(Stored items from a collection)

_ _ _ _

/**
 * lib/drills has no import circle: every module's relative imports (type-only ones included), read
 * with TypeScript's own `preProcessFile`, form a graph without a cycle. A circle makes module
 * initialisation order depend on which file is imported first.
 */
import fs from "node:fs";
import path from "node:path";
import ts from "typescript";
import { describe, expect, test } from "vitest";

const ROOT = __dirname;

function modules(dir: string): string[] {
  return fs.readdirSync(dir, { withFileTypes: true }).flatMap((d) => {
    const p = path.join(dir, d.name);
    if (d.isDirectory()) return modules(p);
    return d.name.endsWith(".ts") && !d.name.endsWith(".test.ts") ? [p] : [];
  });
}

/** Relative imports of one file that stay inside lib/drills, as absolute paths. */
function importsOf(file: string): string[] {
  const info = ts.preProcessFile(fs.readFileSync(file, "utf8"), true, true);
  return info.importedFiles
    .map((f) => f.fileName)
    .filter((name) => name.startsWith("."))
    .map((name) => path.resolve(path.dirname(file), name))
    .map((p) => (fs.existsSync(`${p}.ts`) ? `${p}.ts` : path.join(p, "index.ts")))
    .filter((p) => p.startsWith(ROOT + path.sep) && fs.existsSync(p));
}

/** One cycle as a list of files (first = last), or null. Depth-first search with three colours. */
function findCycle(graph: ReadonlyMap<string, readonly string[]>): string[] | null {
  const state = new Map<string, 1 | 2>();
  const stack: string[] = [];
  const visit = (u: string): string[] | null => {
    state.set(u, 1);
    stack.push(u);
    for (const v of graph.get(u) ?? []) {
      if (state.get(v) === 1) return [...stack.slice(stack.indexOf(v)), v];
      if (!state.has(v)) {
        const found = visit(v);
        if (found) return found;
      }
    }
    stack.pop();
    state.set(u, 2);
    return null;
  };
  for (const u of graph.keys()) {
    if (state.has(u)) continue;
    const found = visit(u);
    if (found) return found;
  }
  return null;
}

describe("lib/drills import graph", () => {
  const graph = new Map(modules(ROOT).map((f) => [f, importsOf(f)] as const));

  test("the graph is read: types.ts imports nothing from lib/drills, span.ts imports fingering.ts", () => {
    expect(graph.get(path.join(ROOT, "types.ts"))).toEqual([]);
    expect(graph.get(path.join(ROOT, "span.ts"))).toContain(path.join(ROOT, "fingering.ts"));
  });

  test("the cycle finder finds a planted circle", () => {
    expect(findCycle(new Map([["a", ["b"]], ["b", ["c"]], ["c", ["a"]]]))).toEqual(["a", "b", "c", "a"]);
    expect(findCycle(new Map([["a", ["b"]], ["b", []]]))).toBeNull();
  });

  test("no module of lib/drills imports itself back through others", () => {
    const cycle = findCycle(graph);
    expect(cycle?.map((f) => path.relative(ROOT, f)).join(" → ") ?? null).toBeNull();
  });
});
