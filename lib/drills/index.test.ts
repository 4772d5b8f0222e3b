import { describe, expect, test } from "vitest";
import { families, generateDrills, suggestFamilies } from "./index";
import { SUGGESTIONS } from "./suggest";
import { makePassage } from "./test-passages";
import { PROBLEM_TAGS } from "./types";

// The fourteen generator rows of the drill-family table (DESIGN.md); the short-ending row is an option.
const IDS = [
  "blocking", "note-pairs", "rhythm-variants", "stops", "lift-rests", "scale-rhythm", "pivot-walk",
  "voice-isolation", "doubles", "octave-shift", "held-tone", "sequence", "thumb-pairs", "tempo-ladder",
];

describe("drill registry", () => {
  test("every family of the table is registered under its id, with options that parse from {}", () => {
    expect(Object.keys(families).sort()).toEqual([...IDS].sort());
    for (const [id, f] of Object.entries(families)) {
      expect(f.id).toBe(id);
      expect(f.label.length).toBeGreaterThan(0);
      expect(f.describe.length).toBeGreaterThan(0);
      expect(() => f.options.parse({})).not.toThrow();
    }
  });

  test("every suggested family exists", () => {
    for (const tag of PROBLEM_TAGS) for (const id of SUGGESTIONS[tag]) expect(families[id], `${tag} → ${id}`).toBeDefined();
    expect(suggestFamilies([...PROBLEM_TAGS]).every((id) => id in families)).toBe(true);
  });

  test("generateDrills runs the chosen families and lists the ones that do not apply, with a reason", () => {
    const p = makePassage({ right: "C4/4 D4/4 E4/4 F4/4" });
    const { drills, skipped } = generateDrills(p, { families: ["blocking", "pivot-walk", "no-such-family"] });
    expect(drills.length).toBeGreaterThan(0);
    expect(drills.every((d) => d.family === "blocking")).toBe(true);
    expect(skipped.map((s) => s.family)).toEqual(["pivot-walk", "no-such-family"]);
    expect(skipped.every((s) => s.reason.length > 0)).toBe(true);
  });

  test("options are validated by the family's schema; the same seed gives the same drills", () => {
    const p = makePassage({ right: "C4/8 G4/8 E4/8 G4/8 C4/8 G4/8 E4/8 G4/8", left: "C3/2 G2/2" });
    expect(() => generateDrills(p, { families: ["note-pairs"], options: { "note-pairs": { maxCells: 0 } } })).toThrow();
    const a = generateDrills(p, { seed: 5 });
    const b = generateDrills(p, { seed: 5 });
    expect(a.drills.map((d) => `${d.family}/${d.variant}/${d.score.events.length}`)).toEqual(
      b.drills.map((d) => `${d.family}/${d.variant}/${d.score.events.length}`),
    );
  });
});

_ _ _ _

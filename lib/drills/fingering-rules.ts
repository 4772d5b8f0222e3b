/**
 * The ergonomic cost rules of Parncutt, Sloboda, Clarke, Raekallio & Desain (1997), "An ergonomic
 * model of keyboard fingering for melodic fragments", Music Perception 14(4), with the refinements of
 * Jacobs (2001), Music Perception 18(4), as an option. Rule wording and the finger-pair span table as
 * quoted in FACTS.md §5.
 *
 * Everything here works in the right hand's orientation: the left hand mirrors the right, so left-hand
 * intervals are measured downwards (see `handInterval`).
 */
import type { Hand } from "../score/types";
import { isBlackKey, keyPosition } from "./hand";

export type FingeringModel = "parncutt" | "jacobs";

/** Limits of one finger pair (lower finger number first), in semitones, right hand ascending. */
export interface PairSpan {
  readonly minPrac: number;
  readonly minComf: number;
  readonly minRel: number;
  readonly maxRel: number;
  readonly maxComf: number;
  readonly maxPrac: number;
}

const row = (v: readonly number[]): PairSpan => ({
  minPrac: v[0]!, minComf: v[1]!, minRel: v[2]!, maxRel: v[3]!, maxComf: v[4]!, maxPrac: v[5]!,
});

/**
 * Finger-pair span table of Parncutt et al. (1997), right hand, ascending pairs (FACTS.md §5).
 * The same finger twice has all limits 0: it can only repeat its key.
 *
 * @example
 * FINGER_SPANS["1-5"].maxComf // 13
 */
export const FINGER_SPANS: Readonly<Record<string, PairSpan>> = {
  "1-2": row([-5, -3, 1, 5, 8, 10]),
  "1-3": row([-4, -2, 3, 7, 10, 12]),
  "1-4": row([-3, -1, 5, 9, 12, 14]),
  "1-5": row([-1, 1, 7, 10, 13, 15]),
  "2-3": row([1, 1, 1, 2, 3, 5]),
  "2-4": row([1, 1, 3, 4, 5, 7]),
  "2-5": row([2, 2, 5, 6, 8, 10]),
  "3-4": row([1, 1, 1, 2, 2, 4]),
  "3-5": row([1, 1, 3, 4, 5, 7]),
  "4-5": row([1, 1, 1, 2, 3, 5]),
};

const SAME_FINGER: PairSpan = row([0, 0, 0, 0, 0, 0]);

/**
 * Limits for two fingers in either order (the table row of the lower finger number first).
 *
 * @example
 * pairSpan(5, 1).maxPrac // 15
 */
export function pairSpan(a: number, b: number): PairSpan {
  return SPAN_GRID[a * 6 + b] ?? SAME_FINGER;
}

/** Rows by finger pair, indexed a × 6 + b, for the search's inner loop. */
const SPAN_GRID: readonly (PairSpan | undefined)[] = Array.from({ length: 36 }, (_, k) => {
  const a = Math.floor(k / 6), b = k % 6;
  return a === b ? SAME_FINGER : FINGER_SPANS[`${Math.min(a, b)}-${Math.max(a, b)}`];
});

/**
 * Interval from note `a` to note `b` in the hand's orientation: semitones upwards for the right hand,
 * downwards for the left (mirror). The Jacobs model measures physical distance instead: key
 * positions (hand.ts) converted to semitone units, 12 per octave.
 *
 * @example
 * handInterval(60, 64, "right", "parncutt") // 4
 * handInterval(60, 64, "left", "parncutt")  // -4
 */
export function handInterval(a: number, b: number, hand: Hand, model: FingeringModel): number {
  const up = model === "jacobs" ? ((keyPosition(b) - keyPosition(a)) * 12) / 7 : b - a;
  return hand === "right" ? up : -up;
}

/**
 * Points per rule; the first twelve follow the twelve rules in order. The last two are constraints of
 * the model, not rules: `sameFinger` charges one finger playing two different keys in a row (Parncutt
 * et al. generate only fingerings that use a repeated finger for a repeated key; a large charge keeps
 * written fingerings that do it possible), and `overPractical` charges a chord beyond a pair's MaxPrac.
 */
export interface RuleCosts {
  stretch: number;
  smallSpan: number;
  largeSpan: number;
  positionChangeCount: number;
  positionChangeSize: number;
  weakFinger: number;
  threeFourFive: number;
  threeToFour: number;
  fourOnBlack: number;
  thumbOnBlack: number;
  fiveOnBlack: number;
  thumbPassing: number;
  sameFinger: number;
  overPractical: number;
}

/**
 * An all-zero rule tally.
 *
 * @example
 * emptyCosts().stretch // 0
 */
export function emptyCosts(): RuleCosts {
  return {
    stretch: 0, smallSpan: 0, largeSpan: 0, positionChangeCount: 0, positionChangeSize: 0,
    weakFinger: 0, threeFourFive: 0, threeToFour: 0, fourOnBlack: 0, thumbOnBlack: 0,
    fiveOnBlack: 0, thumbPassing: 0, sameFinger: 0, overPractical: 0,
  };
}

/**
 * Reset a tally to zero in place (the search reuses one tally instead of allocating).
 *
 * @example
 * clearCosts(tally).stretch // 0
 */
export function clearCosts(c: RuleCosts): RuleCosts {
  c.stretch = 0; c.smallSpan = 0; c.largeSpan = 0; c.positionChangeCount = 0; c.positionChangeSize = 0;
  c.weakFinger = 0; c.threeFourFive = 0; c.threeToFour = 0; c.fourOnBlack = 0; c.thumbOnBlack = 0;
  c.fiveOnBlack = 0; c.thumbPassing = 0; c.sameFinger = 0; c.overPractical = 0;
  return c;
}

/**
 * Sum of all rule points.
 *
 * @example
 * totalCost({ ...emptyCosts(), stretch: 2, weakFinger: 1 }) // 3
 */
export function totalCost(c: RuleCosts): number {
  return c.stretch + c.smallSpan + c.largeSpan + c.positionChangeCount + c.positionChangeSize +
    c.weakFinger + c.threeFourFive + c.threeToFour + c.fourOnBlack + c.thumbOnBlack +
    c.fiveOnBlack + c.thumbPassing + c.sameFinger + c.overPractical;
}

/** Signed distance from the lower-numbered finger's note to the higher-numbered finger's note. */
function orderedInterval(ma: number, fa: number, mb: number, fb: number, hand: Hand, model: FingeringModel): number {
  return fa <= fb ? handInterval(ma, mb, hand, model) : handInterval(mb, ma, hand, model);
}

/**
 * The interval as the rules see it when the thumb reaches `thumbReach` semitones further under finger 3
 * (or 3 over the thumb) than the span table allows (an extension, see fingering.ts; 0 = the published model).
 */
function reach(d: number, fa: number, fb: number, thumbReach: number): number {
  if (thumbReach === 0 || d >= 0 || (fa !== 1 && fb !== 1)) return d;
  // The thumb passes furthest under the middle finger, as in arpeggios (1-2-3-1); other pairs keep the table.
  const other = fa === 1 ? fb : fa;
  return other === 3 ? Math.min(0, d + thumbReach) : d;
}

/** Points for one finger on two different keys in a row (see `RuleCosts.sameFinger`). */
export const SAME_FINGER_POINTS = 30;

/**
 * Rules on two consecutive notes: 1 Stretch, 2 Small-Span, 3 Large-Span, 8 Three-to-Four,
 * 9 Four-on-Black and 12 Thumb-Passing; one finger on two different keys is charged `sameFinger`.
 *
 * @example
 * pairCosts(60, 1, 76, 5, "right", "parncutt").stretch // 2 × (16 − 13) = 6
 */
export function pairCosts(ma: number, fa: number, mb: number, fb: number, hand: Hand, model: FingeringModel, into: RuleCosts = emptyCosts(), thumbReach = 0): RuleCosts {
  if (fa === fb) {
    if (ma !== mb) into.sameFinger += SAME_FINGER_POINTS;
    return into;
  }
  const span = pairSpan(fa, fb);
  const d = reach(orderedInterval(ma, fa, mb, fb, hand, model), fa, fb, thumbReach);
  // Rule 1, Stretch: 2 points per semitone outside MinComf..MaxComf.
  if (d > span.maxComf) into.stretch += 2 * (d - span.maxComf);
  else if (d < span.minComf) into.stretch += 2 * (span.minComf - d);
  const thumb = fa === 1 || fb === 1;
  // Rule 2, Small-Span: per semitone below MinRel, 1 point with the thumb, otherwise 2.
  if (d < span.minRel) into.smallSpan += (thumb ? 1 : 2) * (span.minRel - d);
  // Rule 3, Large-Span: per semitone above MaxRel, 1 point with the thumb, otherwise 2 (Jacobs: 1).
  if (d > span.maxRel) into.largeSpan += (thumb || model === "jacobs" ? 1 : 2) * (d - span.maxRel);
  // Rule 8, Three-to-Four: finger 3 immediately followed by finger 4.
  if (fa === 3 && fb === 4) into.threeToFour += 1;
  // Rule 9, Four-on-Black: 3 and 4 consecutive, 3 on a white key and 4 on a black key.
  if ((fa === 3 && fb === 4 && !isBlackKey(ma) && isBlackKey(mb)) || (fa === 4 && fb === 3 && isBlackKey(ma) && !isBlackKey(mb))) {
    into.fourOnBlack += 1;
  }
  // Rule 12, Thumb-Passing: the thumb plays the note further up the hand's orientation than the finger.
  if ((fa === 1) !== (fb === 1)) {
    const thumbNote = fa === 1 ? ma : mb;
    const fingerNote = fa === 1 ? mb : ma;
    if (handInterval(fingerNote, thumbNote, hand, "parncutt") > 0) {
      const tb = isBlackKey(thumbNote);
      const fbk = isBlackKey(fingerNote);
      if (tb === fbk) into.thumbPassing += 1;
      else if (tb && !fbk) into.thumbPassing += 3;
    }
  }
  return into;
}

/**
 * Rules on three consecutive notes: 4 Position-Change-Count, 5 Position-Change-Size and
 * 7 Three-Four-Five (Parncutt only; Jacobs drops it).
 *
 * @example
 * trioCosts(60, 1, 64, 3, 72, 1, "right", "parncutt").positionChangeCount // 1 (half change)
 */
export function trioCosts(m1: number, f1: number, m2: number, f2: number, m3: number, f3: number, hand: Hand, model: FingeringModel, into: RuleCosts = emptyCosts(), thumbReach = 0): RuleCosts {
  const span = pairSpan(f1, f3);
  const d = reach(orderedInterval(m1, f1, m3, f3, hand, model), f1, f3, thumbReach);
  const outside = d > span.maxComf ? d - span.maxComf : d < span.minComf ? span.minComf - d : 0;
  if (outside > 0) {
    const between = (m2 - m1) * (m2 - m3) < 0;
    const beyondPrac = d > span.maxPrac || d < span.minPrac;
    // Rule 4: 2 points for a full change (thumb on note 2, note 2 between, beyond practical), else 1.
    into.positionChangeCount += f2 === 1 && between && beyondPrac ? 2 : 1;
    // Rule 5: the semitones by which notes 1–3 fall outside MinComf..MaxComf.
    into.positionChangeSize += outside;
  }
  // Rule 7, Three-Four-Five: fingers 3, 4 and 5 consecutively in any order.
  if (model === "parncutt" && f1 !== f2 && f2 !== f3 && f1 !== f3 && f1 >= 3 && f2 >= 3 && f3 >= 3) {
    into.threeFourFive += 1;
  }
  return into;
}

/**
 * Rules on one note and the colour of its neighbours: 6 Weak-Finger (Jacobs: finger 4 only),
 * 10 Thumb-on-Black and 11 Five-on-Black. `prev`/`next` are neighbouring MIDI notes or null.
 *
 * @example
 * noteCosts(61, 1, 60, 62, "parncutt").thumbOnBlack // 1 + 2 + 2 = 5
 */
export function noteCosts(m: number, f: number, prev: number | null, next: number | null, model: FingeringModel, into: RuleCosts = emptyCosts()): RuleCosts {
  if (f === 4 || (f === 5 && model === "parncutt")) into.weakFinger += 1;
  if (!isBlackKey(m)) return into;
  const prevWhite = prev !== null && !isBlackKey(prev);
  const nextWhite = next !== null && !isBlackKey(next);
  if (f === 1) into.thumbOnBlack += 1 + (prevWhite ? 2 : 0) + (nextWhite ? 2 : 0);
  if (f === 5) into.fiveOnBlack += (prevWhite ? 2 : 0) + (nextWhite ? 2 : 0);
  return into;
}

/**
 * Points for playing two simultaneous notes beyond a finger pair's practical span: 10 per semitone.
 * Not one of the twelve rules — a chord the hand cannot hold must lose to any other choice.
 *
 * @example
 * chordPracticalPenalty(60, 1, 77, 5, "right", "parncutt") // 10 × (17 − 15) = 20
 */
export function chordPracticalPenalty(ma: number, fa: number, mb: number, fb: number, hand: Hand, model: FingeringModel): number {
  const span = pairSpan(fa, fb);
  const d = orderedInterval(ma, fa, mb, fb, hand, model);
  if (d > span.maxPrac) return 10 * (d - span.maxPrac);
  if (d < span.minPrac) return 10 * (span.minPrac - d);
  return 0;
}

_ _ _ _

The answer must be every line of the entries that includes the word "makePassage".

● **Response to the task**:
import { makePassage } from "./test-passages";
    const p = makePassage({ right: "C4/4 D4/4 E4/4 F4/4" });
    const p = makePassage({ right: "C4/8 G4/8 E4/8 G4/8 C4/8 G4/8 E4/8 G4/8", left: "C3/2 G2/2" });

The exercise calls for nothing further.